### Your instructions
Reproduce every entry exactly, without alteration.
----- Data to examine -----
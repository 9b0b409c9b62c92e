package throwbench.app.linkage.force;

import java.util.ArrayList;
import java.util.List;
import java.util.Set;
import throwbench.app.linkage.parts.GearShape;
import throwbench.app.linkage.parts.Pose;
import throwbench.app.linkage.parts.RodLine;
import throwbench.app.linkage.parts.ThrowAxes;
import throwbench.app.linkage.parts.ThrowLayout;
import throwbench.solver.machine.Chamber;
import throwbench.solver.machine.Throw;
import throwbench.solver.revolution.Column;
import throwbench.solver.revolution.Instant;

/**
 * The arrows of one throw at an instant. An arrow's foot stands at a place in m, moved by some points so that it keeps
 * clear of what it acts on; the force itself is in N along the throw's axes. A pushing arrow along the rod ends at its foot,
 * every other one begins there.
 */
public final class ArrowSet {

    /** Torque is shown as an arc about the crank centre that begins here, rad from the throw's x to its upper side. */
    private static final double ARC_START = Math.toRadians(128);

    /** Where a gas arrow stands between what passes through the chamber (0) and its wall (1). */
    private static final double GAS_LANE = 0.65;

    /** Points between what an arrow acts on and an arrow that runs beside it, at weight 1. */
    private static final double BESIDE = 13;

    /** One arrow: its kind, its name, and for a gas arrow its chamber (else −1). */
    public record Arrow(ForceKind kind, String name, int chamber) {}

    private final ThrowLayout layout;
    private final int throwIndex;
    private final double massCentre;
    private final int upper;
    private final List<Arrow> arrows = new ArrayList<>();
    private final double[] lane;
    private final int[] piston;
    final double[] footX;
    final double[] footY;
    final double[] besideY;
    final double[] forceX;
    final double[] forceY;
    final boolean[] endsAtFoot;

    public ArrowSet(Throw t, int throwIndex, ThrowLayout layout, Set<ForceKind> kinds, double weight) {
        this.layout = layout;
        this.throwIndex = throwIndex;
        this.upper = ThrowAxes.upper(t.place().axisDirection());
        this.massCentre = t.connectingRod().massCentre(t.linkage().rodLength());
        for (ForceKind kind : ForceKind.values()) {
            if (kinds.contains(kind)) {
                add(t, kind);
            }
        }
        int n = arrows.size();
        lane = new double[n];
        piston = new int[n];
        footX = new double[n];
        footY = new double[n];
        besideY = new double[n];
        forceX = new double[n];
        forceY = new double[n];
        endsAtFoot = new boolean[n];
        for (int i = 0; i < n; i++) {
            lay(t, i, weight);
        }
    }

    private void add(Throw t, ForceKind kind) {
        if (kind != ForceKind.GAS) {
            arrows.add(new Arrow(kind, kind.label(), -1));
            return;
        }
        for (int c = 0; c < t.chambers().size(); c++) {
            String name = ShortName.of(t.chambers().get(c).name());
            arrows.add(new Arrow(kind, t.chambers().size() == 1 ? kind.label() : kind.label() + ' ' + name, c));
        }
    }

    private void lay(Throw t, int i, double weight) {
        Arrow arrow = arrows.get(i);
        GearShape.Slider slider = layout.gear().slider();
        double outside = slider.halfHeight() + slider.guide().bar();
        if (slider.trunk()) {
            outside = Math.max(
                    outside,
                    layout.line().barrels().get(0).radius()
                            + layout.line().barrels().get(0).wall());
        }
        switch (arrow.kind()) {
            case INERTIA -> {
                lane[i] = upper * outside;
                besideY[i] = upper * BESIDE * weight;
            }
            case ROD -> {
                lane[i] = -upper * outside;
                besideY[i] = -upper * BESIDE * weight;
            }
            case GAS -> layGas(t.chambers().get(arrow.chamber()), i);
            default -> {}
        }
    }

    private void layGas(Chamber chamber, int i) {
        List<RodLine.Piston> pistons = layout.line().pistons();
        for (int k = 0; k < pistons.size(); k++) {
            RodLine.Piston p = pistons.get(k);
            int c = arrows.get(i).chamber();
            if (p.crankChamber().filter(x -> x == c).isPresent()
                    || p.headChamber().filter(x -> x == c).isPresent()) {
                piston[i] = k;
                double free = chamber.innerDiameter() > 0 ? chamber.innerDiameter() / 2 : 0;
                lane[i] = p.plunger() ? 0 : -upper * (free + GAS_LANE * (chamber.bore() / 2 - free));
            }
        }
    }

    /** Where the torque's arc begins, rad counter-clockwise from the throw's x. */
    public double arcStart() {
        return upper * ARC_START;
    }

    public List<Arrow> arrows() {
        return arrows;
    }

    public int size() {
        return arrows.size();
    }

    /** The force of an arrow as it was last placed, N or N·m: along the rod tension positive, a vector's magnitude. */
    public double value(int i) {
        return switch (arrows.get(i).kind()) {
            case CROSSHEAD_PIN, CRANK_PIN, ROD_INERTIA -> Math.hypot(forceX[i], forceY[i]);
            case GUIDE -> forceY[i];
            default -> forceX[i];
        };
    }

    /** Points along the throw's y that an arrow stands beside its foot. */
    public double beside(int i) {
        return besideY[i];
    }

    /** Takes the places and forces of an instant. */
    public void place(Instant instant, Pose pose) {
        for (int i = 0; i < arrows.size(); i++) {
            Arrow arrow = arrows.get(i);
            footX[i] = pose.wristX();
            footY[i] = pose.wristY() + lane[i];
            forceY[i] = 0;
            endsAtFoot[i] = false;
            switch (arrow.kind()) {
                case GAS -> gas(instant, pose, i);
                case INERTIA -> alongRod(instant, Column.INERTIA_LOAD, i);
                case ROD -> alongRod(instant, Column.ROD_LOAD, i);
                case ROD_INERTIA -> {
                    footX[i] = pose.pinX() + massCentre * pose.cosRod();
                    footY[i] = pose.pinY() + massCentre * pose.sinRod();
                    forceX[i] = instant.rodInertiaX(throwIndex);
                    forceY[i] = instant.rodInertiaY(throwIndex);
                }
                case CROSSHEAD_PIN -> vector(instant, Column.CROSSHEAD_PIN_X, Column.CROSSHEAD_PIN_Y, i);
                case CRANK_PIN -> {
                    footX[i] = pose.pinX();
                    footY[i] = pose.pinY();
                    vector(instant, Column.CRANK_PIN_X, Column.CRANK_PIN_Y, i);
                }
                case GUIDE -> guide(instant, pose, i);
                case TORQUE -> {
                    footX[i] = 0;
                    footY[i] = 0;
                    forceX[i] = instant.at(throwIndex, Column.THROW_TORQUE);
                }
            }
        }
    }

    private void gas(Instant instant, Pose pose, int i) {
        RodLine.Piston p = layout.line().pistons().get(piston[i]);
        double load = instant.chamberLoad(throwIndex, arrows.get(i).chamber());
        forceX[i] = load;
        footX[i] = pose.wristX() + (load < 0 ? p.headFace() : p.crankFace());
        endsAtFoot[i] = true;
    }

    private void alongRod(Instant instant, Column column, int i) {
        forceX[i] = instant.at(throwIndex, column);
        footX[i] += layout.gear().slider().trunk() ? 0 : layout.gear().slider().front();
        endsAtFoot[i] = forceX[i] < 0;
    }

    private void vector(Instant instant, Column x, Column y, int i) {
        forceX[i] = instant.at(throwIndex, x);
        forceY[i] = instant.at(throwIndex, y);
    }

    /** The guide pushes with the shoe's face: from below when it pushes along +y. */
    private void guide(Instant instant, Pose pose, int i) {
        double n = instant.at(throwIndex, Column.GUIDE_FORCE);
        forceX[i] = 0;
        forceY[i] = n;
        footY[i] = pose.wristY() - Math.signum(n) * layout.gear().slider().halfHeight();
        endsAtFoot[i] = true;
    }
}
-----
### Answer to the exercise
repository 9b0b409c9b62c92e
package throwbench.app.linkage.force;

import java.util.ArrayList;
import java.util.List;
import java.util.Set;
import throwbench.app.linkage.parts.GearShape;
import throwbench.app.linkage.parts.Pose;
import throwbench.app.linkage.parts.RodLine;
import throwbench.app.linkage.parts.ThrowAxes;
import throwbench.app.linkage.parts.ThrowLayout;
import throwbench.solver.machine.Chamber;
import throwbench.solver.machine.Throw;
import throwbench.solver.revolution.Column;
import throwbench.solver.revolution.Instant;

/**
 * The arrows of one throw at an instant. An arrow's foot stands at a place in m, moved by some points so that it keeps
 * clear of what it acts on; the force itself is in N along the throw's axes. A pushing arrow along the rod ends at its foot,
 * every other one begins there.
 */
public final class ArrowSet {

    /** Torque is shown as an arc about the crank centre that begins here, rad from the throw's x to its upper side. */
    private static final double ARC_START = Math.toRadians(128);

    /** Where a gas arrow stands between what passes through the chamber (0) and its wall (1). */
    private static final double GAS_LANE = 0.65;

    /** Points between what an arrow acts on and an arrow that runs beside it, at weight 1. */
    private static final double BESIDE = 13;

    /** One arrow: its kind, its name, and for a gas arrow its chamber (else −1). */
    public record Arrow(ForceKind kind, String name, int chamber) {}

    private final ThrowLayout layout;
    private final int throwIndex;
    private final double massCentre;
    private final int upper;
    private final List<Arrow> arrows = new ArrayList<>();
    private final double[] lane;
    private final int[] piston;
    final double[] footX;
    final double[] footY;
    final double[] besideY;
    final double[] forceX;
    final double[] forceY;
    final boolean[] endsAtFoot;

    public ArrowSet(Throw t, int throwIndex, ThrowLayout layout, Set<ForceKind> kinds, double weight) {
        this.layout = layout;
        this.throwIndex = throwIndex;
        this.upper = ThrowAxes.upper(t.place().axisDirection());
        this.massCentre = t.connectingRod().massCentre(t.linkage().rodLength());
        for (ForceKind kind : ForceKind.values()) {
            if (kinds.contains(kind)) {
                add(t, kind);
            }
        }
        int n = arrows.size();
        lane = new double[n];
        piston = new int[n];
        footX = new double[n];
        footY = new double[n];
        besideY = new double[n];
        forceX = new double[n];
        forceY = new double[n];
        endsAtFoot = new boolean[n];
        for (int i = 0; i < n; i++) {
            lay(t, i, weight);
        }
    }

    private void add(Throw t, ForceKind kind) {
        if (kind != ForceKind.GAS) {
            arrows.add(new Arrow(kind, kind.label(), -1));
            return;
        }
        for (int c = 0; c < t.chambers().size(); c++) {
            String name = ShortName.of(t.chambers().get(c).name());
            arrows.add(new Arrow(kind, t.chambers().size() == 1 ? kind.label() : kind.label() + ' ' + name, c));
        }
    }

    private void lay(Throw t, int i, double weight) {
        Arrow arrow = arrows.get(i);
        GearShape.Slider slider = layout.gear().slider();
        double outside = slider.halfHeight() + slider.guide().bar();
        if (slider.trunk()) {
            outside = Math.max(
                    outside,
                    layout.line().barrels().get(0).radius()
                            + layout.line().barrels().get(0).wall());
        }
        switch (arrow.kind()) {
            case INERTIA -> {
                lane[i] = upper * outside;
                besideY[i] = upper * BESIDE * weight;
            }
            case ROD -> {
                lane[i] = -upper * outside;
                besideY[i] = -upper * BESIDE * weight;
            }
            case GAS -> layGas(t.chambers().get(arrow.chamber()), i);
            default -> {}
        }
    }

    private void layGas(Chamber chamber, int i) {
        List<RodLine.Piston> pistons = layout.line().pistons();
        for (int k = 0; k < pistons.size(); k++) {
            RodLine.Piston p = pistons.get(k);
            int c = arrows.get(i).chamber();
            if (p.crankChamber().filter(x -> x == c).isPresent()
                    || p.headChamber().filter(x -> x == c).isPresent()) {
                piston[i] = k;
                double free = chamber.innerDiameter() > 0 ? chamber.innerDiameter() / 2 : 0;
                lane[i] = p.plunger() ? 0 : -upper * (free + GAS_LANE * (chamber.bore() / 2 - free));
            }
        }
    }

    /** Where the torque's arc begins, rad counter-clockwise from the throw's x. */
    public double arcStart() {
        return upper * ARC_START;
    }

    public List<Arrow> arrows() {
        return arrows;
    }

    public int size() {
        return arrows.size();
    }

    /** The force of an arrow as it was last placed, N or N·m: along the rod tension positive, a vector's magnitude. */
    public double value(int i) {
        return switch (arrows.get(i).kind()) {
            case CROSSHEAD_PIN, CRANK_PIN, ROD_INERTIA -> Math.hypot(forceX[i], forceY[i]);
            case GUIDE -> forceY[i];
            default -> forceX[i];
        };
    }

    /** Points along the throw's y that an arrow stands beside its foot. */
    public double beside(int i) {
        return besideY[i];
    }

    /** Takes the places and forces of an instant. */
    public void place(Instant instant, Pose pose) {
        for (int i = 0; i < arrows.size(); i++) {
            Arrow arrow = arrows.get(i);
            footX[i] = pose.wristX();
            footY[i] = pose.wristY() + lane[i];
            forceY[i] = 0;
            endsAtFoot[i] = false;
            switch (arrow.kind()) {
                case GAS -> gas(instant, pose, i);
                case INERTIA -> alongRod(instant, Column.INERTIA_LOAD, i);
                case ROD -> alongRod(instant, Column.ROD_LOAD, i);
                case ROD_INERTIA -> {
                    footX[i] = pose.pinX() + massCentre * pose.cosRod();
                    footY[i] = pose.pinY() + massCentre * pose.sinRod();
                    forceX[i] = instant.rodInertiaX(throwIndex);
                    forceY[i] = instant.rodInertiaY(throwIndex);
                }
                case CROSSHEAD_PIN -> vector(instant, Column.CROSSHEAD_PIN_X, Column.CROSSHEAD_PIN_Y, i);
                case CRANK_PIN -> {
                    footX[i] = pose.pinX();
                    footY[i] = pose.pinY();
                    vector(instant, Column.CRANK_PIN_X, Column.CRANK_PIN_Y, i);
                }
                case GUIDE -> guide(instant, pose, i);
                case TORQUE -> {
                    footX[i] = 0;
                    footY[i] = 0;
                    forceX[i] = instant.at(throwIndex, Column.THROW_TORQUE);
                }
            }
        }
    }

    private void gas(Instant instant, Pose pose, int i) {
        RodLine.Piston p = layout.line().pistons().get(piston[i]);
        double load = instant.chamberLoad(throwIndex, arrows.get(i).chamber());
        forceX[i] = load;
        footX[i] = pose.wristX() + (load < 0 ? p.headFace() : p.crankFace());
        endsAtFoot[i] = true;
    }

    private void alongRod(Instant instant, Column column, int i) {
        forceX[i] = instant.at(throwIndex, column);
        footX[i] += layout.gear().slider().trunk() ? 0 : layout.gear().slider().front();
        endsAtFoot[i] = forceX[i] < 0;
    }

    private void vector(Instant instant, Column x, Column y, int i) {
        forceX[i] = instant.at(throwIndex, x);
        forceY[i] = instant.at(throwIndex, y);
    }

    /** The guide pushes with the shoe's face: from below when it pushes along +y. */
    private void guide(Instant instant, Pose pose, int i) {
        double n = instant.at(throwIndex, Column.GUIDE_FORCE);
        forceX[i] = 0;
        forceY[i] = n;
        footY[i] = pose.wristY() - Math.signum(n) * layout.gear().slider().halfHeight();
        endsAtFoot[i] = true;
    }
}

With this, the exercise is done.